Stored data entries
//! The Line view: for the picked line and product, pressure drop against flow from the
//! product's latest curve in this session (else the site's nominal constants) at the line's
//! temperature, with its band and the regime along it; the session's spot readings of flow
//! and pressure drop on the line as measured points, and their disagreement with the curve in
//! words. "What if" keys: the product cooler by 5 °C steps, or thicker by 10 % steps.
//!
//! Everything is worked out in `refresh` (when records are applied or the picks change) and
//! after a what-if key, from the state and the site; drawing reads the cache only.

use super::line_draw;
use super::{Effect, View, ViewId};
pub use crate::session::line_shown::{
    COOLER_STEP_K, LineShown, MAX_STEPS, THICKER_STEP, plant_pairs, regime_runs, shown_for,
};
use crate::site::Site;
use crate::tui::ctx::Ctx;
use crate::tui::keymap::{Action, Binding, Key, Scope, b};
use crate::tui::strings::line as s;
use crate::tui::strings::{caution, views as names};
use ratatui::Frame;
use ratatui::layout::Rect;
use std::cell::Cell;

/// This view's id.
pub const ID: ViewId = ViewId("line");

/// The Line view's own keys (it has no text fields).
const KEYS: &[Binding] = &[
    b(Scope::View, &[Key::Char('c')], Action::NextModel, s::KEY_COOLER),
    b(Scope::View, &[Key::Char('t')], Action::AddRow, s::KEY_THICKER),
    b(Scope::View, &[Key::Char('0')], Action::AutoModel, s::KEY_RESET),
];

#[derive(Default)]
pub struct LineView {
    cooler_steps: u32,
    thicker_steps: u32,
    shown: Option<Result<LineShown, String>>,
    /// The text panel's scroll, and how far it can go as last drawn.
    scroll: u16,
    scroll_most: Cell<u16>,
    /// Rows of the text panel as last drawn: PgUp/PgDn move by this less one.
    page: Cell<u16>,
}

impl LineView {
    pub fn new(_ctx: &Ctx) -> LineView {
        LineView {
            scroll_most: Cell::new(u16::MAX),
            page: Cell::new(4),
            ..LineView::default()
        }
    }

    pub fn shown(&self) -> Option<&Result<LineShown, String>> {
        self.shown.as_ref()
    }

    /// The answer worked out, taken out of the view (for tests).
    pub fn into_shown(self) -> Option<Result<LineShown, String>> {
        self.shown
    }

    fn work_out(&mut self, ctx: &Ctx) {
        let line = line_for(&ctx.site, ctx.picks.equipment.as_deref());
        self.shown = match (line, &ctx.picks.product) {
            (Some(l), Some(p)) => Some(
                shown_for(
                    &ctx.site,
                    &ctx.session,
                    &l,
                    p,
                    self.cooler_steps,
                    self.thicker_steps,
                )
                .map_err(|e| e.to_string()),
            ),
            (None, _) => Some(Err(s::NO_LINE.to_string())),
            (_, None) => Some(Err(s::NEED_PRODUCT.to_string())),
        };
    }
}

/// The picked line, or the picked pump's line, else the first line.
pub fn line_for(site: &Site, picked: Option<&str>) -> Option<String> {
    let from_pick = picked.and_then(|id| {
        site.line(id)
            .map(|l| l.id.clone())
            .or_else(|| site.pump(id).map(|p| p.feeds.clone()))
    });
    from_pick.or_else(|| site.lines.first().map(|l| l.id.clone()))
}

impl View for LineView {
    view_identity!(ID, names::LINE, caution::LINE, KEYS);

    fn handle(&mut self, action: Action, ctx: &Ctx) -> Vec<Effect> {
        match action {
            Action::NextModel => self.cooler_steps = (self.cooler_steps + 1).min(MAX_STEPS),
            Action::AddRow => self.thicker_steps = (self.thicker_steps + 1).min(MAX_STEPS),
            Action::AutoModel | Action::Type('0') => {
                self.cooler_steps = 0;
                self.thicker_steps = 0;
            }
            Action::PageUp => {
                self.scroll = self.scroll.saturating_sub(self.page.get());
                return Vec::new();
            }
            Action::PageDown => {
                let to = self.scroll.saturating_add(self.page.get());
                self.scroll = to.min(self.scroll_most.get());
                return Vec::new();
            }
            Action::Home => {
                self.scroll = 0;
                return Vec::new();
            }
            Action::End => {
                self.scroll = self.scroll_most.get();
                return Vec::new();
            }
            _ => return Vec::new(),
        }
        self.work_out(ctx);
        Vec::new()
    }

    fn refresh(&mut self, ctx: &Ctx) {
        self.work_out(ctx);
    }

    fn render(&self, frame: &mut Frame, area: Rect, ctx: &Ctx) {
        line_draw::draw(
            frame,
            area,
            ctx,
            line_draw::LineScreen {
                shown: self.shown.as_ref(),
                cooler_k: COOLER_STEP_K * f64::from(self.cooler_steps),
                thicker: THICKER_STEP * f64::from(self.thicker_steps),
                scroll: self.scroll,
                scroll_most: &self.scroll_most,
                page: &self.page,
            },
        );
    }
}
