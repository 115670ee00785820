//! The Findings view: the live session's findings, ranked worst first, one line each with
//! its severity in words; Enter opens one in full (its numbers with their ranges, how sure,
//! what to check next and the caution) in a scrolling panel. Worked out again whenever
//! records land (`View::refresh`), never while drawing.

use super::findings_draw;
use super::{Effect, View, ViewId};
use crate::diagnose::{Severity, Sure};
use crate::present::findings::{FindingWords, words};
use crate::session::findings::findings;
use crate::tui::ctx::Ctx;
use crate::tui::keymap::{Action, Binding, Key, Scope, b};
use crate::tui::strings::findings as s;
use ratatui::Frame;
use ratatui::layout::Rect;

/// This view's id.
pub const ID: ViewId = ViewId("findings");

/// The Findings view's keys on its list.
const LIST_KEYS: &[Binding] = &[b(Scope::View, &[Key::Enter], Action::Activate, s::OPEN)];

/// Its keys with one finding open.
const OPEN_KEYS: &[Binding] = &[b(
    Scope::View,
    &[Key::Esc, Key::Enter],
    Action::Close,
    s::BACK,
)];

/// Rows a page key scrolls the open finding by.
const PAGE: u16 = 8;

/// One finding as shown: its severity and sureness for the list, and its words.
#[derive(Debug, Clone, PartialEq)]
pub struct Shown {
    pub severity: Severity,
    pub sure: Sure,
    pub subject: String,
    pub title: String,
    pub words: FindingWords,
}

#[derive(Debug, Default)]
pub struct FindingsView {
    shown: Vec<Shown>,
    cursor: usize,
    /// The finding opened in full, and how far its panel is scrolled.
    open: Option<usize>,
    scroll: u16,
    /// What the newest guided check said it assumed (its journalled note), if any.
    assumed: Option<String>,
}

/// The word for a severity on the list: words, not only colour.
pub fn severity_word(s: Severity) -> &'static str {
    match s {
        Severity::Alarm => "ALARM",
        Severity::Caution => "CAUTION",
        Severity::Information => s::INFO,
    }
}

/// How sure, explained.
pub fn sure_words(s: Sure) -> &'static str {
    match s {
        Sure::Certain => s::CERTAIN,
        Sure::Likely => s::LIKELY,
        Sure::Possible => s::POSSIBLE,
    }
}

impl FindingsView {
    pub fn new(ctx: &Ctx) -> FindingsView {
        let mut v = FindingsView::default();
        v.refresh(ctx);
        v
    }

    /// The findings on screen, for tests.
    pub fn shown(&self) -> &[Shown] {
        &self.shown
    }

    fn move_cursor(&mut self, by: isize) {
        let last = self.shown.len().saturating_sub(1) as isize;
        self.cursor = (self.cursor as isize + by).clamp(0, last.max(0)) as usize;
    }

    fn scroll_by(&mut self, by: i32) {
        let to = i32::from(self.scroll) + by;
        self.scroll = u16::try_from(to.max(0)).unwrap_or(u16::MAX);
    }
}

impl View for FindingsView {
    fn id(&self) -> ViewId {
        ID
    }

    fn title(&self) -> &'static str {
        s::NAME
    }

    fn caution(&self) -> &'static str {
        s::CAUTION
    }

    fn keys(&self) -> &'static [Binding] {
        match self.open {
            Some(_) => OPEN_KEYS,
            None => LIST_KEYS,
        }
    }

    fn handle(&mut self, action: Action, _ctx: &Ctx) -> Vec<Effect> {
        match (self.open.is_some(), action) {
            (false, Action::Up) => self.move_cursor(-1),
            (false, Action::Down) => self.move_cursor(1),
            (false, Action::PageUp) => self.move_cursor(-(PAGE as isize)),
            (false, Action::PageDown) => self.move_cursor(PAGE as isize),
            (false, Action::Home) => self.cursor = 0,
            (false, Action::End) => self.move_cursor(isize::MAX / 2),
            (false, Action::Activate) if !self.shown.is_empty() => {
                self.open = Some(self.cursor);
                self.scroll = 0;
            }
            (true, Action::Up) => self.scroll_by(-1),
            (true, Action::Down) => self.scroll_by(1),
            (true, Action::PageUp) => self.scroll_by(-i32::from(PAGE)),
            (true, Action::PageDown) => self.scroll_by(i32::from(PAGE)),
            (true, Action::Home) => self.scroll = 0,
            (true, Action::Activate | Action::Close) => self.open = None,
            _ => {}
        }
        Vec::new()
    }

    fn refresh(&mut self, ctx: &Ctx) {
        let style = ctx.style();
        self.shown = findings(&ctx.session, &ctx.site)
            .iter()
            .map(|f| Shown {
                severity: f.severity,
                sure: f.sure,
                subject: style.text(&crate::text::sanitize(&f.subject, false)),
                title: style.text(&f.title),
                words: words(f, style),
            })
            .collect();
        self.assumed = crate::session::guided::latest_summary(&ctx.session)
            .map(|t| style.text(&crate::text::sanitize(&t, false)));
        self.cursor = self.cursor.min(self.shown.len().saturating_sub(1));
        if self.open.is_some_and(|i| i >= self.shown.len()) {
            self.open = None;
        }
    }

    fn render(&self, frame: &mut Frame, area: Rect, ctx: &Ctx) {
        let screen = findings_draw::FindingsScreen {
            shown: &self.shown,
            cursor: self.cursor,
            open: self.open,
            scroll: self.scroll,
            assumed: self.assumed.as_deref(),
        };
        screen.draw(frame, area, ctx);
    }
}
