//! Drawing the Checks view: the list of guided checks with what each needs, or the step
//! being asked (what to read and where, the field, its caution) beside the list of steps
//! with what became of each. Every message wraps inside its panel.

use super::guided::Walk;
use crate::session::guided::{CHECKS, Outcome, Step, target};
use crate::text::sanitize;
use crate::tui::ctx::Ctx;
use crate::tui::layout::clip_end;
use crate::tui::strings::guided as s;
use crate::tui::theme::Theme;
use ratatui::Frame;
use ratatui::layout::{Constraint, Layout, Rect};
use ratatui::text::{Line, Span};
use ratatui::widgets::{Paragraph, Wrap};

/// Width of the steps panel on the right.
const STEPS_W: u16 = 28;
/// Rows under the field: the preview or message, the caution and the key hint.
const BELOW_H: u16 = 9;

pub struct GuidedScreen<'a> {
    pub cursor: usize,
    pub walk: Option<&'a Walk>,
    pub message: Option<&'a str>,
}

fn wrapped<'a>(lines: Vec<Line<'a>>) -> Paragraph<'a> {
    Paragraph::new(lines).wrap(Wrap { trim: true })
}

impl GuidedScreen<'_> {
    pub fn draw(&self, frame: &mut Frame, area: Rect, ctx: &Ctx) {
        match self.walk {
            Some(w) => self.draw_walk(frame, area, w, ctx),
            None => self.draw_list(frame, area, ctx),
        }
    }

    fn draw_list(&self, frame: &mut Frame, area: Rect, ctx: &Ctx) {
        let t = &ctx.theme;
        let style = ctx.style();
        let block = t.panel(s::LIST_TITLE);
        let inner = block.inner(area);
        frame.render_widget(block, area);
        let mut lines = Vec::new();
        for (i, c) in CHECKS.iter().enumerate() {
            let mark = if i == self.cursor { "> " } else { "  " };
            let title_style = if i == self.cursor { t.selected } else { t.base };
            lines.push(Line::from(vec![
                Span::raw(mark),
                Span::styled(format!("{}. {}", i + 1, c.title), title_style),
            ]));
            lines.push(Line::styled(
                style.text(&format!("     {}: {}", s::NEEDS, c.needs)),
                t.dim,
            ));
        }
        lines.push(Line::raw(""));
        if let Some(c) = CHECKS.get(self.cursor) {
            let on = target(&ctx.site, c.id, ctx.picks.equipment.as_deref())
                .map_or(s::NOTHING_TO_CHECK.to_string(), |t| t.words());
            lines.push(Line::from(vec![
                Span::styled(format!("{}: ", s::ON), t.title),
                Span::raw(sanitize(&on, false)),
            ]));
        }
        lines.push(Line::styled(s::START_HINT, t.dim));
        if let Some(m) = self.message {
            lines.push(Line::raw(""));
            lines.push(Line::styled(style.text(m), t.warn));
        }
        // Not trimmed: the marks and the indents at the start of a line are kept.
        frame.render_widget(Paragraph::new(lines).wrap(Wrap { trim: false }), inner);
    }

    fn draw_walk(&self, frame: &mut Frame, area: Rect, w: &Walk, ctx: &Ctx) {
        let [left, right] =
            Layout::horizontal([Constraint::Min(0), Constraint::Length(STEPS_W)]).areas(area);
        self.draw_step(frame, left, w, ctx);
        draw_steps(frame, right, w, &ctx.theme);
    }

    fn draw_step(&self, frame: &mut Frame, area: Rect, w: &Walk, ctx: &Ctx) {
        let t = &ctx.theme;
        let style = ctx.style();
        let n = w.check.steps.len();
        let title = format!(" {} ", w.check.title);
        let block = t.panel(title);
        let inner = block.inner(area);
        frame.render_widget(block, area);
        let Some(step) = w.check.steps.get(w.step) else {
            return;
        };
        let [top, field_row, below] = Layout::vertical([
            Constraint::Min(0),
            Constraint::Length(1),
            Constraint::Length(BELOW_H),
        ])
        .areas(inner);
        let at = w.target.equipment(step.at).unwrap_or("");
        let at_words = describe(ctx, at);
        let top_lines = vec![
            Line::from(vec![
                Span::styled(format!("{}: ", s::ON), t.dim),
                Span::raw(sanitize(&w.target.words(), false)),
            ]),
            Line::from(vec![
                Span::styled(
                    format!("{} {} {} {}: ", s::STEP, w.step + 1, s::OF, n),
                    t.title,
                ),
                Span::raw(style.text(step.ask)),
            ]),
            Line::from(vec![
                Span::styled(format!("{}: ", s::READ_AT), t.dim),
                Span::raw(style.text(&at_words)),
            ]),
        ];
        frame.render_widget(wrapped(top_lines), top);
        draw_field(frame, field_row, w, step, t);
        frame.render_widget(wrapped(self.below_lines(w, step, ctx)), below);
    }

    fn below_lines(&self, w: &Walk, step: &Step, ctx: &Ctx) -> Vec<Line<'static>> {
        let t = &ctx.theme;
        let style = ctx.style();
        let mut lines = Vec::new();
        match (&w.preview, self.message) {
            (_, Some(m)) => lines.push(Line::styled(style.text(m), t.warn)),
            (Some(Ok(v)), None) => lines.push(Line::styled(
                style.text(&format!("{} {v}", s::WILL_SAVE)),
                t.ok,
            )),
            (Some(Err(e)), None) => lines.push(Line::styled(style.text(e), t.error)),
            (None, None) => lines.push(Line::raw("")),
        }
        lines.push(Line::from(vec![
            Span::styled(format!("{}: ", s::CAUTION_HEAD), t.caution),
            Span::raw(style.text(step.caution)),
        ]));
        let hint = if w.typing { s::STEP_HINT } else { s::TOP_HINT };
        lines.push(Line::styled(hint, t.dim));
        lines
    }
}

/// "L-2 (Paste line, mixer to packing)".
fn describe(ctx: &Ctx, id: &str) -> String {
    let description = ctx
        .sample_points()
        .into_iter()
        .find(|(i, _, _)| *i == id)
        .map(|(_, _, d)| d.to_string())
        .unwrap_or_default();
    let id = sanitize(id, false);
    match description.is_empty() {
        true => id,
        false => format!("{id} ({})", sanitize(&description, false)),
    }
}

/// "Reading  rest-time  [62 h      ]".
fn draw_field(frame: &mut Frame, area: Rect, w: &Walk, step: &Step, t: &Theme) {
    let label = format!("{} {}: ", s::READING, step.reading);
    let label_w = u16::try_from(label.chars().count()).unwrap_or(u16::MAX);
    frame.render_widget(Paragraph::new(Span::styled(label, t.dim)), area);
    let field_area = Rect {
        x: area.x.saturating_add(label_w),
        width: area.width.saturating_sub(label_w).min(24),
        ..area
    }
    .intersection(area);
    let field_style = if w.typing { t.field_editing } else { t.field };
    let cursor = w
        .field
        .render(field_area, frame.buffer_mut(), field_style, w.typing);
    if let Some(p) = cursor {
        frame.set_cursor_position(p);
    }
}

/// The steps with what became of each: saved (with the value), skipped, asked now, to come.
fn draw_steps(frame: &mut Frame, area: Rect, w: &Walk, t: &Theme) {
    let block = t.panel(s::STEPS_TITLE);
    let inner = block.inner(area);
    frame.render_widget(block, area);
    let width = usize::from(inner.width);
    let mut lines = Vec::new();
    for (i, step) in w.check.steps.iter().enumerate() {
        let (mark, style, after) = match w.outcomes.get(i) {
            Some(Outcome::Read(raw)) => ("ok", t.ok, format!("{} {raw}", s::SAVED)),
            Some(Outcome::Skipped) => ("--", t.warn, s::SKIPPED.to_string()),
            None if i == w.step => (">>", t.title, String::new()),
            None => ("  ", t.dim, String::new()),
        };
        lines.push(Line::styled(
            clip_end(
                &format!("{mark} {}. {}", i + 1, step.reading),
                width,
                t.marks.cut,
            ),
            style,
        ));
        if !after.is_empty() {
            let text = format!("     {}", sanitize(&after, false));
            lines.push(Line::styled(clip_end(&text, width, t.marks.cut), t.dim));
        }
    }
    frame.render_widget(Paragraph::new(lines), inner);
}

_What you need to do:_
Which of the lines above include the word "derive"? Copy each of them.

_Solution for this problem:_
#[derive(Default)]
#[derive(Debug, Clone, PartialEq)]
#[derive(Debug, Default)]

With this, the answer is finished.